Showing posts with label redis. Show all posts
Showing posts with label redis. Show all posts

Saturday, April 20, 2013

Using Sidekiq with Faye to notify client web pages and applications of updates

Recently I was given a small coding challenge of how I would update sites & client applicaitons with notifications of content being released. My mind immediately flew to the faye gem. However, this would be a serious block if my app had to halt everything to send out the notification to a bunch of browsers. So, I added in Sidekiq. In the Content Model I put this to call out to Sidekiq:
  def self.release_next
    ContentWorker.perform_async
  end
The ContentWorker then looks like this:
class ContentWorker
  include Sidekiq::Worker
  sidekiq_options queue: "content"

  def perform
    next_release = Content.next_release(Content.last_release)
    # puts the data into JSON format; for actual content it could encode a url that is then loaded
    vars = ["title" => next_release.title,
             "site" => next_release.site,
             "released_at" => next_release.released_at.strftime("%l:%M:%S %p %m-%d-%Y")].to_json
    message = {:channel => "/releases", :data => vars, :ext => {:auth_token => FAYE_TOKEN}}

    uri = URI.parse(FAYE_SUBSCRIPTION_PATH)
    Net::HTTP.post_form(uri, :message => message.to_json)
    next_release.update_attribute(:released_at, DateTime.now)
  end
end
I created a designated queue in Sidekiq for the messages and then made the Faye channel creation configurable via an environment variable from an initializer file (/config/initializers/faye_configuration.rb):
FAYE_SUBSCRIPTION_PATH = "http://localhost:9292/faye"
The client then just listens in on the Faye channel and acts upon a message coming through.
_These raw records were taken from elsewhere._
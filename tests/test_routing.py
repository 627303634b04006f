"""Routing and interlocks on the relay set, and the planner's use of them on the shipped sequences.

Interlock rules under test (rig.routing's module docstring; they are common practice for switched
test fixtures, no published source): one pin per bus, never supply + and - on one pin, never HI and
LO (or both sense buses) on one pin except for a zero check, never more relays closed than the
fixture's closure limit.
"""

from __future__ import annotations

from pathlib import Path

import pytest
from offline_station import offline_demo_station

from rig.config.fixture import Bus, FixtureMap, load_fixture
from rig.config.reader import TomlDoc
from rig.config.sequence import Sequence, load_sequence, parse_sequence
from rig.config.station import Station
from rig.errors import ConfigError, InterlockError
from rig.plan import Plan, build_plan
from rig.routing import (
    Route,
    check_interlocks,
    interlock_violations,
    plan_relays,
    relay_operations,
    relays_for,
)
from rig.steps import KINDS

ROOT = Path(__file__).resolve().parent.parent
SEQUENCES = ROOT / "sequences"
DEMO_FIXTURE = SEQUENCES / "demo-fixture.toml"
SHIPPED = sorted(p for p in SEQUENCES.glob("*.toml") if p != DEMO_FIXTURE)

# Four pins A-D, each on all six buses: relay = 6 * pin index + bus index + 1 (A: 1-6, B: 7-12 ...)
BUS_ORDER = (Bus.DMM_HI, Bus.DMM_LO, Bus.SENSE_HI, Bus.SENSE_LO, Bus.SUPPLY_POS, Bus.SUPPLY_NEG)
PINS = "ABCD"


def relay(pin: str, bus: Bus) -> int:
    return 6 * PINS.index(pin) + BUS_ORDER.index(bus) + 1


@pytest.fixture(scope="module")
def full(tmp_path_factory: pytest.TempPathFactory) -> FixtureMap:
    """A fixture where every pin reaches every bus, with a closure limit of 3."""
    lines = ['[fixture]\nname = "full"\nrelay_count = 30\nmax_closed = 3\n']
    for pin in PINS:
        lines.append(f"[pins.{pin}]")
        lines.extend(f"{bus.value} = {relay(pin, bus)}" for bus in BUS_ORDER)
        lines.append("")
    path = tmp_path_factory.mktemp("fixture") / "full.toml"
    path.write_text("\n".join(lines), encoding="utf-8")
    return load_fixture(path)


@pytest.fixture(scope="module")
def demo() -> FixtureMap:
    return load_fixture(DEMO_FIXTURE)


@pytest.fixture(scope="module")
def station(tmp_path_factory: pytest.TempPathFactory) -> Station:
    return offline_demo_station("routing-test", tmp_path_factory.mktemp("station"))


# ---- relays_for ------------------------------------------------------------------------------


def test_relays_for_routes(full: FixtureMap) -> None:
    assert relays_for(full, Route.dmm("A", "B")) == {1, 8}
    assert relays_for(full, Route.four_wire("A", "B", "C", "D")) == {1, 9, 14, 22}
    assert relays_for(full, Route.supply("C", "D")) == {17, 24}
    both = Route.dmm("A", "B") + Route.supply("C", "D")
    assert relays_for(full, both) == {1, 8, 17, 24}


def test_relays_for_the_demo_fixture(demo: FixtureMap) -> None:
    # read against sequences/demo-fixture.toml
    assert relays_for(demo, Route.dmm("S_SIG", "S_GND")) == {9, 12}
    assert relays_for(demo, Route.four_wire("PT_FH", "PT_SH", "PT_FL", "PT_SL")) == {5, 6, 7, 8}
    assert relays_for(demo, Route.supply("P_5V", "P_GND")) == {19, 24}


def test_relays_for_unknown_pin(demo: FixtureMap) -> None:
    with pytest.raises(InterlockError, match=r"pin 'S_SIGG' is not in fixture 'demo-fixture'"):
        relays_for(demo, Route.dmm("S_SIGG", "S_GND"))


def test_relays_for_a_bus_the_pin_cannot_reach(demo: FixtureMap) -> None:
    with pytest.raises(InterlockError, match=r"no relay joining T1 to dmm_lo"):
        relays_for(demo, Route((("T1", Bus.DMM_HI), ("T1", Bus.DMM_LO))))


# ---- interlock_violations -----------------------------------------------------------------


def test_safe_sets(full: FixtureMap) -> None:
    assert interlock_violations(full, []) == []
    assert interlock_violations(full, relays_for(full, Route.dmm("A", "B"))) == []
    assert interlock_violations(full, relays_for(full, Route.supply("C", "D"))) == []
    # exactly the closure limit is allowed
    assert interlock_violations(full, {1, 8, 17}) == []


def test_two_pins_on_one_bus(full: FixtureMap) -> None:
    (problem,) = interlock_violations(full, {relay("A", Bus.DMM_HI), relay("B", Bus.DMM_HI)})
    assert "bus dmm_hi" in problem
    assert "relay 1 (A to dmm_hi)" in problem
    assert "relay 7 (B to dmm_hi)" in problem


def test_two_pins_on_the_demo_bus(demo: FixtureMap) -> None:
    (problem,) = interlock_violations(demo, {9, 13})
    assert "relay 9 (S_SIG to dmm_hi)" in problem
    assert "relay 13 (C_SIG to dmm_hi)" in problem


def test_supply_plus_and_minus_on_one_pin(full: FixtureMap) -> None:
    pos, neg = relay("C", Bus.SUPPLY_POS), relay("C", Bus.SUPPLY_NEG)
    (problem,) = interlock_violations(full, {pos, neg})
    assert "supply + and - both on pin C" in problem
    assert f"relays {pos} and {neg}" in problem
    # a zero check never excuses it
    assert interlock_violations(full, {pos, neg}, zero_check=True) == [problem]


@pytest.mark.parametrize(("hi", "lo"), [(Bus.DMM_HI, Bus.DMM_LO), (Bus.SENSE_HI, Bus.SENSE_LO)])
def test_hi_and_lo_on_one_pin_only_for_a_zero_check(full: FixtureMap, hi: Bus, lo: Bus) -> None:
    relays = {relay("B", hi), relay("B", lo)}
    (problem,) = interlock_violations(full, relays)
    assert f"pin B on {hi.value} and {lo.value}" in problem
    assert f"relays {relay('B', hi)} and {relay('B', lo)}" in problem
    assert "zero check" in problem
    assert interlock_violations(full, relays, zero_check=True) == []


def test_demo_zero_check_route(demo: FixtureMap) -> None:
    route = Route.dmm("S_SIG", "S_SIG", zero_check=True)
    assert plan_relays(demo, route) == {9, 10}
    with pytest.raises(InterlockError, match="S_SIG"):
        plan_relays(demo, Route.dmm("S_SIG", "S_SIG"))


def test_more_than_the_closure_limit(full: FixtureMap) -> None:
    relays = {relay("A", Bus.DMM_HI), relay("B", Bus.DMM_LO), relay("C", Bus.SENSE_HI)}
    relays.add(relay("D", Bus.SENSE_LO))  # four buses, four pins: only the limit is broken
    (problem,) = interlock_violations(full, relays)
    assert "4 relays closed at once" in problem
    assert "closure limit is 3" in problem


def test_relays_the_fixture_does_not_have(full: FixtureMap) -> None:
    (problem,) = interlock_violations(full, {1, 29, 99})
    assert "[29, 99]" in problem
    assert "'full'" in problem


def test_every_violation_is_listed(full: FixtureMap) -> None:
    relays = {relay("A", Bus.DMM_HI), relay("A", Bus.DMM_LO), relay("B", Bus.DMM_HI)}
    relays |= {relay("D", Bus.SUPPLY_POS), relay("D", Bus.SUPPLY_NEG)}
    problems = interlock_violations(full, relays)
    assert len(problems) == 4  # limit, bus dmm_hi, supply on D, HI and LO on A
    with pytest.raises(InterlockError) as caught:
        check_interlocks(full, relays)
    message = str(caught.value)
    assert message.startswith("refused before any relay moved")
    for problem in problems:
        assert problem in message


def test_check_interlocks_accepts_a_safe_set(full: FixtureMap) -> None:
    check_interlocks(full, {1, 8})  # does not raise


# ---- relay_operations -----------------------------------------------------------------------


@pytest.mark.parametrize(
    ("path", "start", "ops"),
    [
        ([], frozenset(), 0),
        ([], frozenset({4, 5}), 2),  # open both at the end
        ([frozenset({1, 2})], frozenset(), 4),  # close 2, open 2
        ([frozenset({1})] * 3, frozenset(), 2),  # nothing moves between identical sets
        # close 1 and 2; open 1 close 3; open 2; open 3 at the end
        ([frozenset({1, 2}), frozenset({2, 3}), frozenset({3})], frozenset(), 6),
        ([frozenset({1, 2})], frozenset({2}), 3),  # close 1, then open 1 and 2
        ([frozenset(), frozenset({7})], frozenset({7}), 3),
    ],
)
def test_relay_operations(path: list[frozenset[int]], start: frozenset[int], ops: int) -> None:
    assert relay_operations(path, start) == ops


# ---- the planner on the shipped sequences ----------------------------------------------------


def assert_plan_is_sound(plan: Plan, sequence: Sequence) -> None:
    fixture = plan.station.fixture
    file_ids = [s.id for s in sequence.steps]
    plan_ids = [p.spec.id for p in plan.steps]
    assert sorted(plan_ids) == sorted(file_ids)
    for step in plan.steps:
        routes = KINDS[step.spec.kind].routes(step.spec)
        assert step.relay_sets == [relays_for(fixture, r) for r in routes]
        for route, relays in zip(routes, step.relay_sets, strict=True):
            assert interlock_violations(fixture, relays, zero_check=route.zero_check) == []
        for dependency in step.spec.depends_on:
            assert plan_ids.index(dependency) < plan_ids.index(step.spec.id)
    for index, spec in enumerate(sequence.steps):
        if spec.barrier:  # the same steps before the barrier, in the plan as in the file
            assert set(plan_ids[: plan_ids.index(spec.id)]) == set(file_ids[:index])
    assert plan.relay_ops == relay_operations(rs for p in plan.steps for rs in p.relay_sets)
    assert plan.relay_ops <= plan.relay_ops_file_order() <= plan.relay_ops_unordered()


@pytest.mark.parametrize("path", SHIPPED, ids=lambda p: p.stem)
def test_shipped_plans(path: Path, station: Station) -> None:
    sequence = load_sequence(path)
    plan = build_plan(sequence, station)
    assert_plan_is_sound(plan, sequence)
    assert plan.relay_ops > 0


def test_temp_circuit_curve_step_waits_for_its_temperature(station: Station) -> None:
    sequence = load_sequence(SEQUENCES / "temp-circuit-check.toml")
    plan = build_plan(sequence, station)
    ids = [p.spec.id for p in plan.steps]
    relay_sets = {p.spec.id: p.relay_sets for p in plan.steps}
    # signal-vs-curve uses the same relays as signal-at-controller, so the planner would like it
    # next to that step; it must still come after the ambient it depends on
    assert relay_sets["signal-vs-curve"] == relay_sets["signal-at-controller"]
    assert ids.index("ambient") < ids.index("signal-vs-curve")


def _sequence(tmp_path: Path, text: str) -> Sequence:
    doc = TomlDoc(tmp_path / "generated.toml", text=text)
    sequence = parse_sequence(doc)
    doc.raise_if_problems()
    return sequence


def _volts(step_id: str, hi: str, lo: str) -> str:
    return (
        f'[[steps]]\nid = "{step_id}"\nkind = "volts"\nhi = "{hi}"\nlo = "{lo}"\n'
        'low = "0 V"\nhigh = "5 V"\n'
    )


def _wire_drop(step_id: str, a: str, b: str, ref: str) -> str:
    return (
        f'[[steps]]\nid = "{step_id}"\nkind = "wire-drop"\nfrom = "{a}"\nto = "{b}"\n'
        f'reference = "{ref}"\nmax = "0.1 V"\n'
    )


def test_nothing_crosses_a_prompt(tmp_path: Path, station: Station) -> None:
    # after the prompt comes a step with the relays the segment before it ends on; before the
    # prompt, one step the planner moves (it costs less to reach from the first)
    text = (
        '[sequence]\nname = "prompted"\n'
        + _volts("a", "C_SIG", "C_GND")
        + _volts("b", "S_SIG", "S_GND")
        + _volts("c", "C_SIG", "S_GND")
        + '[[steps]]\nid = "swap"\nkind = "prompt"\ntext = "Swap the harness."\n'
        + _volts("d", "C_SIG", "C_GND")
        + _volts("e", "S_SIG", "S_GND")
    )
    sequence = _sequence(tmp_path, text)
    plan = build_plan(sequence, station)
    assert_plan_is_sound(plan, sequence)
    ids = [p.spec.id for p in plan.steps]
    assert ids != [s.id for s in sequence.steps]  # the planner did reorder
    assert ids.index("swap") == 3
    assert set(ids[:3]) == {"a", "b", "c"}


def test_no_reordering_when_the_sequence_forbids_it(tmp_path: Path, station: Station) -> None:
    text = (
        '[sequence]\nname = "fixed"\nreorder = false\n'
        + _volts("a", "C_SIG", "C_GND")
        + _volts("b", "S_SIG", "S_GND")
        + _volts("c", "C_SIG", "S_GND")
    )
    plan = build_plan(_sequence(tmp_path, text), station)
    assert [p.spec.id for p in plan.steps] == ["a", "b", "c"]
    assert plan.relay_ops == plan.relay_ops_file_order()


def test_a_route_that_breaks_an_interlock_is_refused_by_the_planner(
    tmp_path: Path, station: Station
) -> None:
    text = '[sequence]\nname = "bad"\n' + _volts("same-pin", "S_SIG", "S_SIG")
    with pytest.raises(ConfigError) as caught:
        build_plan(_sequence(tmp_path, text), station)
    (problem,) = caught.value.problems
    assert problem.key == "steps[0]"
    assert "interlock" in problem.message and "S_SIG" in problem.message


# A sequence found by a random search: the greedy order (a, c, b) costs 22 relay operations, the
# file order (a, b, c) 20.  Worked by hand from the demo fixture's relay numbers:
#   a: {22,10} -> {22,26} -> {9,26}          6 (2 to close, 2 + 2 between readings)
#   file: a -> b {16,17}: 4; b 4; -> c {15,26}: 0; c 4; open the last 2       = 20
#   greedy picks c first (2 from {9,26}); c ends {18,25} -> b {16,17}: 4     = 22
COUNTER_EXAMPLE = (
    '[sequence]\nname = "greedy-loses"\n'
    + _wire_drop("a", "P_GND", "S_SIG", "C_5V")
    + _wire_drop("b", "P_5V", "C_GND", "C_5V")
    + _wire_drop("c", "C_GND", "C_5V", "P_5V")
)


def test_counter_example_keeps_the_cheaper_file_order(tmp_path: Path, station: Station) -> None:
    sequence = _sequence(tmp_path, COUNTER_EXAMPLE)
    plan = build_plan(sequence, station)
    assert plan.relay_ops_file_order() == 20
    # the greedy order (a, c, b) would cost 22, so the planner keeps the file order
    assert [p.spec.id for p in plan.steps] == ["a", "b", "c"]
    assert plan.relay_ops == 20


def test_reordering_never_costs_more_than_file_order(tmp_path: Path, station: Station) -> None:
    plan = build_plan(_sequence(tmp_path, COUNTER_EXAMPLE), station)
    assert plan.relay_ops <= plan.relay_ops_file_order()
Here is the Javascript I wrote for listening to the Channel and adding the new release to the top of the view table just below the headers:
$(function() {
   var faye = new Faye.Client("http://192.168.0.12:9292/faye");
   faye.subscribe("/releases", function(data) {
      add_to_table(data);
   });
});

function add_to_table(data){
    var json_obj = jQuery.parseJSON(data);
    var $content_table = $('#content_table');
    if ($content_table.find('tr').length >= 10 ) {
        $content_table.find("tr:last").remove();
    }
    $("#header").after("<tr><td>" + json_obj[0].title+ "</td><td>" + json_obj[0].site + "</td><td>" + json_obj[0].released_at + "</td></tr>");
}
All in all a nice little challenge. I have not had a chance to try it out beyond my home network yet so I am not sure how performant the solution would be.